Example 4 Copolymerized polyethylene terephthalate (hereinafter referred to as copolymerized PET) containing 17% of polyether segment obtained by copolymerizing polyethylene glycol having an average molecular weight of 3000 was used as a core, and 6 nylon filament yarn was used as a sheath. ,
Bonding ratio 6 Nylon: Copolymer PET = 2: 1 10
A plain woven fabric (warp density 117 yarns / inch, weft density 83 yarns / inch) using a 0d / 40f composite yarn for the warp yarns and the weft yarns was prepared, and the woven fabrics were treated with sodium hydroxide 1% and an alkaline aqueous solution at 98 ° C. Coated PE for core of composite yarn
T was removed. The cross-sectional view of the treated yarn was as shown in FIG. Then, the fabric is scoured by a known method,
Heat set and dyed.

Then, a moisture absorbing agent was applied to this woven fabric in the same manner as in Example 1, and thereafter coating was performed in the same manner as in Example 1 to obtain a product of Example 4.

Comparative Example 10 The woven fabric used in Example 4 was provided with a moisture absorbing agent in the same manner as in Example 1. Then, an acrylic resin (Teisan Resin SG-51 manufactured by Teikoku Chemical Co., Ltd.) alone was coated in the same manner as in Example 1 to obtain a product of Comparative Example 10.
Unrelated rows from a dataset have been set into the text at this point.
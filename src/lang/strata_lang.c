/* strata_lang.c - the language's bridge to the stable-graph engine (src/strata/):
 *   stablegraphs_{g,n}      the stable graphs of Mbar_{g,n}, printed as [g0{1} g0{2} | 1-2 1-2]
 *   stablegraphs_{g,n,k}    those with k edges
 *   graphcount_{g,n}        [number with 0 edges, 1 edge, ..., 3g-3+n edges]
 *   mvvolume_{g,n}          the Masur-Veech volume Vol Q_{g,n} (a rational times pi^{6g-6+2n})
 *   multicurves_{g,n}       per graph with edges: [graph, edges, |Aut|, Vol(Gamma), Vol(Gamma)/Vol Q,
 *                           primitive part], the last proportional to Mirzakhani's frequency of the
 *                           multicurve with all weights 1 (mvvol.h)
 * Requests whose estimated number of graphs exceeds --max-table / 30 (about 30 table entries'
 * worth of memory per graph) are refused before any work.
 */
#include <stdlib.h>
#include <string.h>
#include <flint/fmpq.h>
#include <flint/fmpq_mpoly.h>
#include <flint/fmpq_vec.h>

#include "cancel.h"
#include "diag.h"
#include "correlators/wk_kdv.h"
#include "strata/mvvol.h"
#include "strata/sgraph.h"
#include "strata_lang.h"
#include "util.h"
#include "verify_account.h"
#include "eval.h"

#define STRATA_TABLE_PER_GRAPH 30.0

typedef enum { SL_GRAPHS, SL_COUNT, SL_VOLUME, SL_CURVES } sl_kind;

static const struct {
    const char *name;
    sl_kind kind;
} sl_names[] = {
    {"stablegraphs", SL_GRAPHS}, {"graphcount", SL_COUNT}, {"mvvolume", SL_VOLUME}, {"multicurves", SL_CURVES},
};

static value *sl_fail(const node *at, char *msg)
{
    diag_error(&at->loc, "%s", msg);
    free(msg);
    return NULL;
}

/* Reports an engine failure at n; always returns NULL. */
static value *sl_engine_error(const node *n, int rc, int g, int np)
{
    if (rc == SG_CANCELLED)
        return sl_fail(n, xasprintf("interrupted"));
    if (rc == SG_NOMEM)
        return sl_fail(n, xasprintf("out of memory while enumerating the stable graphs of Mbar_{%d,%d}", g, np));
    return sl_fail(n, xasprintf("the stable graphs of Mbar_{%d,%d} are beyond the engine's limits (%d vertices, "
                                "%d legs, %d edges)", g, np, SG_MAX_V, SG_MAX_N, SG_MAX_E));
}

int strata_lang_graphs(interp *I, const node *n, int g, int np, int k, sg_list *L)
{
    double est = sg_estimate_count(g, np), lim = I->lim.max_table / STRATA_TABLE_PER_GRAPH;
    if (est > lim) {
        char about[48];
        if (est > 1e15)
            snprintf(about, sizeof about, "more than 1e15");
        else
            snprintf(about, sizeof about, "about %.2g", est);
        sl_fail(n, xasprintf("Mbar_{%d,%d} has %s stable graphs (estimate), more than the %.2g allowed "
                             "(--max-table / %g); raise --max-table to enumerate them",
                             g, np, about, lim, STRATA_TABLE_PER_GRAPH));
        return 0;
    }
    sg_list_init(L);
    int rc = sg_enumerate(L, g, np, k, 0, &cancel_flag);
    if (rc != SG_OK) {
        sl_engine_error(n, rc, g, np);
        sg_list_clear(L);
        return 0;
    }
    return 1;
}

static value *sl_graph_str(interp *I, const sgraph *G)
{
    slong need = sgraph_snprint(NULL, 0, G);
    char *buf = xmalloc((size_t) need + 1);
    sgraph_snprint(buf, need + 1, G);
    return value_new_str(buf, &I->ring);
}

/* q * pi^e as a value. */
static value *sl_pi_value(interp *I, const fmpq_t q, slong e)
{
    value *r = value_new_num(&I->ring);
    fmpq_mpoly_t p;
    fmpq_mpoly_init(p, I->ring.ctx);
    scalar_set_gen(p, &I->ring, SCALAR_PI);
    fmpq_mpoly_pow_ui(r->num, p, (ulong) e, I->ring.ctx);
    fmpq_mpoly_scalar_mul_fmpq(r->num, r->num, q, I->ring.ctx);
    fmpq_mpoly_clear(p, I->ring.ctx);
    return r;
}

static value *sl_list_of_graphs(interp *I, const sg_list *L)
{
    value *r = value_new_list(L->len, &I->ring);
    for (slong i = 0; i < L->len; i++)
        r->items[i] = sl_graph_str(I, &L->gr[i]);
    return r;
}

static value *sl_counts(interp *I, const sg_list *L, int dim)
{
    value *r = value_new_list(dim + 1, &I->ring);
    for (int k = 0; k <= dim; k++) {
        slong c = 0;
        for (slong i = 0; i < L->len; i++)
            c += L->gr[i].ne == k;
        r->items[k] = value_new_si(&I->ring, c);
    }
    return r;
}

/* The KdV recursion's correlators (the session's own table, made on first use) into *kdv;
   0 when memory is exhausted. */
static int sl_kdv_source(interp *I, mv_source *kdv)
{
    if (I->wk_kdv == NULL) {
        I->wk_kdv = wk_kdv_table_new();
        if (I->wk_kdv == NULL)
            return 0;
        wk_kdv_table_set_cancel(I->wk_kdv, &cancel_flag);
        wk_kdv_table_set_limit(I->wk_kdv, I->lim.max_table > 1e15 ? (slong) 1e15 : (slong) I->lim.max_table);
    }
    kdv->T = NULL;
    kdv->K = I->wk_kdv;
    return 1;
}

/* --verify for mvvolume_{g,n}: the volume again with the correlators of the KdV recursion in
   place of DVV, over the labelled graphs L when given, else over the shapes of (g, np); r is
   returned, or NULL (released) after a failure. */
static value *sl_verify_volume(interp *I, const node *n, const sg_list *L, int g, int np, const fmpq_t total,
                               value *r)
{
    mv_source kdv;
    if (!sl_kdv_source(I, &kdv))
        return verify_unchecked_value(I, n, r, "out of memory for the KdV recursion's table");
    fmpq_t second;
    fmpq_init(second);
    verify_second_begin(I);
    int rc = L != NULL ? mv_volume_of(second, L, &kdv, &cancel_flag)
                       : mv_volume_by_shapes(second, g, np, &kdv, 0, &cancel_flag);
    verify_second_end(I);
    int same = rc == SG_OK && fmpq_equal(second, total);
    fmpq_clear(second);
    if (rc != SG_OK)
        return verify_unchecked_value(I, n, r, "the KdV recursion stopped (limits)");
    if (!same) {
        value_release(r);
        diag_error(&n->loc, "verification failed: the volume with KdV correlators differs (please report this input)");
        return NULL;
    }
    verify_checked(I, VERIFY_VALUE, 1);
    return r;
}

/* mvvolume_{g,n} by the shapes of (g, n) (graphs with unlabelled legs, one term each: a few
   thousand for Mbar_{0,12}, whose labelled graphs number about 10^10).  --verify recomputes it
   with KdV correlators over the labelled graphs when their estimate is within the limit, else
   over the shapes. */
static value *sl_volume_by_shapes(interp *I, const node *n, int g, int np)
{
    mv_source src = {I->wk, NULL};
    double lim = I->lim.max_table / STRATA_TABLE_PER_GRAPH;
    fmpq_t vol;
    value *r = NULL;
    fmpq_init(vol);
    int rc = mv_volume_by_shapes(vol, g, np, &src, (slong) lim, &cancel_flag);
    if (rc == SG_LIMIT && cancel_flag == 0)
        sl_fail(n, xasprintf("Vol Q_{%d,%d} needs more than %.2g graph shapes or a correlator table beyond "
                             "--max-table; raise --max-table", g, np, lim));
    else if (rc != SG_OK)
        sl_engine_error(n, rc, g, np);
    else {
        r = sl_pi_value(I, vol, 6 * g - 6 + 2 * np);
        if (I->verify && sg_estimate_count(g, np) <= lim) {
            sg_list L;
            sg_list_init(&L);
            if (sg_enumerate(&L, g, np, -1, 0, &cancel_flag) == SG_OK)
                r = sl_verify_volume(I, n, &L, g, np, vol, r);
            else
                r = verify_unchecked_value(I, n, r, "the labelled graphs could not be enumerated");
            sg_list_clear(&L);
        } else if (I->verify) {
            r = sl_verify_volume(I, n, NULL, g, np, vol, r);
        }
    }
    fmpq_clear(vol);
    return r;
}

/* Vol Q_{g,n} (volume = 1) or the table of multicurves, from the graphs L. */
static value *sl_volumes(interp *I, const node *n, const sg_list *L, int g, int np, int table)
{
    mv_source src = {I->wk, NULL};
    slong e = 6 * g - 6 + 2 * np, rows = 0;
    fmpq *vol = _fmpq_vec_init(L->len), *prim = _fmpq_vec_init(L->len);
    fmpq_t total, share;
    fmpq_init(total);
    fmpq_init(share);
    value *r = NULL;
    int rc = SG_OK;
    for (slong i = 0; i < L->len && rc == SG_OK; i++) {
        rc = mv_graph(vol + i, prim + i, &L->gr[i], &src);
        fmpq_add(total, total, vol + i);
        rows += L->gr[i].ne > 0;
        if (cancel_flag)
            rc = SG_CANCELLED;
    }
    if (rc != SG_OK)
        sl_engine_error(n, rc, g, np);
    else if (!table) {
        r = sl_pi_value(I, total, e);
        if (I->verify)
            r = sl_verify_volume(I, n, L, g, np, total, r);
    }
    else {
        r = value_new_list(rows, &I->ring);
        rows = 0;
        for (slong i = 0; i < L->len; i++) {
            if (L->gr[i].ne == 0)
                continue;
            fmpz_t aut;
            fmpz_init(aut);
            sgraph_aut(aut, &L->gr[i]);
            value *row = value_new_list(6, &I->ring);
            row->items[0] = sl_graph_str(I, &L->gr[i]);
            row->items[1] = value_new_si(&I->ring, L->gr[i].ne);
            fmpq_set_fmpz_frac(share, aut, (fmpz[]){1});
            row->items[2] = value_new_fmpq(&I->ring, share);
            row->items[3] = sl_pi_value(I, vol + i, e);
            fmpq_div(share, vol + i, total);
            row->items[4] = value_new_fmpq(&I->ring, share);
            row->items[5] = value_new_fmpq(&I->ring, prim + i);
            r->items[rows++] = row;
            fmpz_clear(aut);
        }
    }
    _fmpq_vec_clear(vol, L->len);
    _fmpq_vec_clear(prim, L->len);
    fmpq_clear(total);
    fmpq_clear(share);
    return r;
}

/* The subscripts g, n (and k for stablegraphs) as integers with their ranges. */
static int sl_subscripts(interp *I, scope *s, const node *n, sl_kind kind, slong *g, slong *np, slong *k)
{
    int nsub = n->list->len, maxsub = kind == SL_GRAPHS ? 3 : 2;
    *k = -1;
    if (nsub < 2 || nsub > maxsub) {
        sl_fail(n, xasprintf("%s_{g,n%s} takes %s subscripts (got %d)", n->text, maxsub == 3 ? "[,k]" : "",
                             maxsub == 3 ? "two or three" : "two", nsub));
        return 0;
    }
    if (!eval_slong(I, s, n->list->items[0], "genus", 0, g) || !eval_slong(I, s, n->list->items[1], "number of legs", 0, np))
        return 0;
    if (*g > 1000 || *np > 1000) {
        sl_fail(n, xasprintf("Mbar_{%ld,%ld} is too large for the stable-graph engine (at most %d legs, %d edges, "
                             "%d vertices)", (long) *g, (long) *np, SG_MAX_N, SG_MAX_E, SG_MAX_V));
        return 0;
    }
    if (2 * *g - 2 + *np <= 0) {
        sl_fail(n, xasprintf("Mbar_{%ld,%ld} is not stable (2g-2+n must be positive)", (long) *g, (long) *np));
        return 0;
    }
    if (*np > SG_MAX_N || 3 * *g - 3 + *np > SG_MAX_E || 2 * *g - 2 + *np > SG_MAX_V) {
        sl_fail(n, xasprintf("Mbar_{%ld,%ld} is too large for the stable-graph engine (at most %d legs, "
                             "%d edges, %d vertices)", (long) *g, (long) *np, SG_MAX_N, SG_MAX_E, SG_MAX_V));
        return 0;
    }
    if ((kind == SL_VOLUME || kind == SL_CURVES) && 3 * *g - 3 + *np < 1) {
        sl_fail(n, xasprintf("Mbar_{%ld,%ld} is a point: Q_{%ld,%ld} holds no quadratic differential with a "
                             "cylinder", (long) *g, (long) *np, (long) *g, (long) *np));
        return 0;
    }
    if (nsub == 3) {
        if (!eval_slong(I, s, n->list->items[2], "number of edges", 0, k))
            return 0;
        if (*k > 3 * *g - 3 + *np) {
            sl_fail(n, xasprintf("a stable graph of Mbar_{%ld,%ld} has at most 3g-3+n = %ld edges", (long) *g,
                                 (long) *np, (long) (3 * *g - 3 + *np)));
            return 0;
        }
    }
    return 1;
}

int strata_lang_subscript(interp *I, scope *s, const node *n, value **out)
{
    int which = -1;
    for (size_t i = 0; i < sizeof sl_names / sizeof sl_names[0]; i++)
        if (strcmp(n->text, sl_names[i].name) == 0)
            which = (int) i;
    if (which < 0)
        return 0;
    sl_kind kind = sl_names[which].kind;
    slong g, np, k;
    sg_list L;
    *out = NULL;
    if (!sl_subscripts(I, s, n, kind, &g, &np, &k))
        return 1;
    if (kind == SL_VOLUME && g < SG_SHAPE_BASE && np <= SG_SHAPE_MAX_LEGS) {
        *out = sl_volume_by_shapes(I, n, (int) g, (int) np);
        return 1;
    }
    if (!strata_lang_graphs(I, n, (int) g, (int) np, (int) k, &L))
        return 1;
    if (kind == SL_GRAPHS)
        *out = sl_list_of_graphs(I, &L);
    else if (kind == SL_COUNT)
        *out = sl_counts(I, &L, (int) (3 * g - 3 + np));
    else
        *out = sl_volumes(I, n, &L, (int) g, (int) np, kind == SL_CURVES);
    sg_list_clear(&L);
    return 1;
}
Comparative Example 11 The woven fabric used in Example 4 was treated without adding a moisture absorbing agent,
Coating was carried out in the same manner as in Example 1, and Comparative Example 1
1 product was obtained.

Comparative Example 12 The woven fabric used in Example 4 was treated without adding a moisture absorbing agent,
Acrylic resin (Teisan Resin SG-5 manufactured by Teikoku Chemical Co., Ltd.
1) A single product was coated in the same manner as in Example 1 to obtain a product of Comparative Example 12.

Table 2 shows the results of measuring the physical properties of the products obtained in Examples 3 to 4 and Comparative Examples 7 to 12.

[0056]

[Table 2]

As is clear from Table 1, the products obtained in the examples have excellent hygroscopicity.

[0058]

EFFECTS OF THE INVENTION The synthetic fiber structure of the present invention having excellent hygroscopicity has remarkably excellent hygroscopicity as compared with the conventional product, and when the fiber structure is used for clothes or the like, it has high humidity. By absorbing moisture, the moisture in the clothes can be kept low, and since moisture is not so much absorbed at low humidity, the moisture in the clothes can be kept high, which is very useful.

[Brief description of drawings]

FIG. 1 is a cross-sectional view showing a core-sheath type composite yarn.

FIG. 2 is a cross-sectional view showing a hollow fiber having a C-shaped cross-sectional shape.

Continuation of front page (51) Int.Cl. ⁵ Identification number Office reference number FI technical display location C09D 7/12 PSK 7211-4J D06M 15/00

Claims (1)

[Claims] 1. A resin liquid containing porous particles containing silicon dioxide as a main component is applied to at least one surface of a synthetic fiber structure to which a hygroscopic agent and / or antistatic agent is applied. A synthetic fiber structure with excellent hygroscopicity.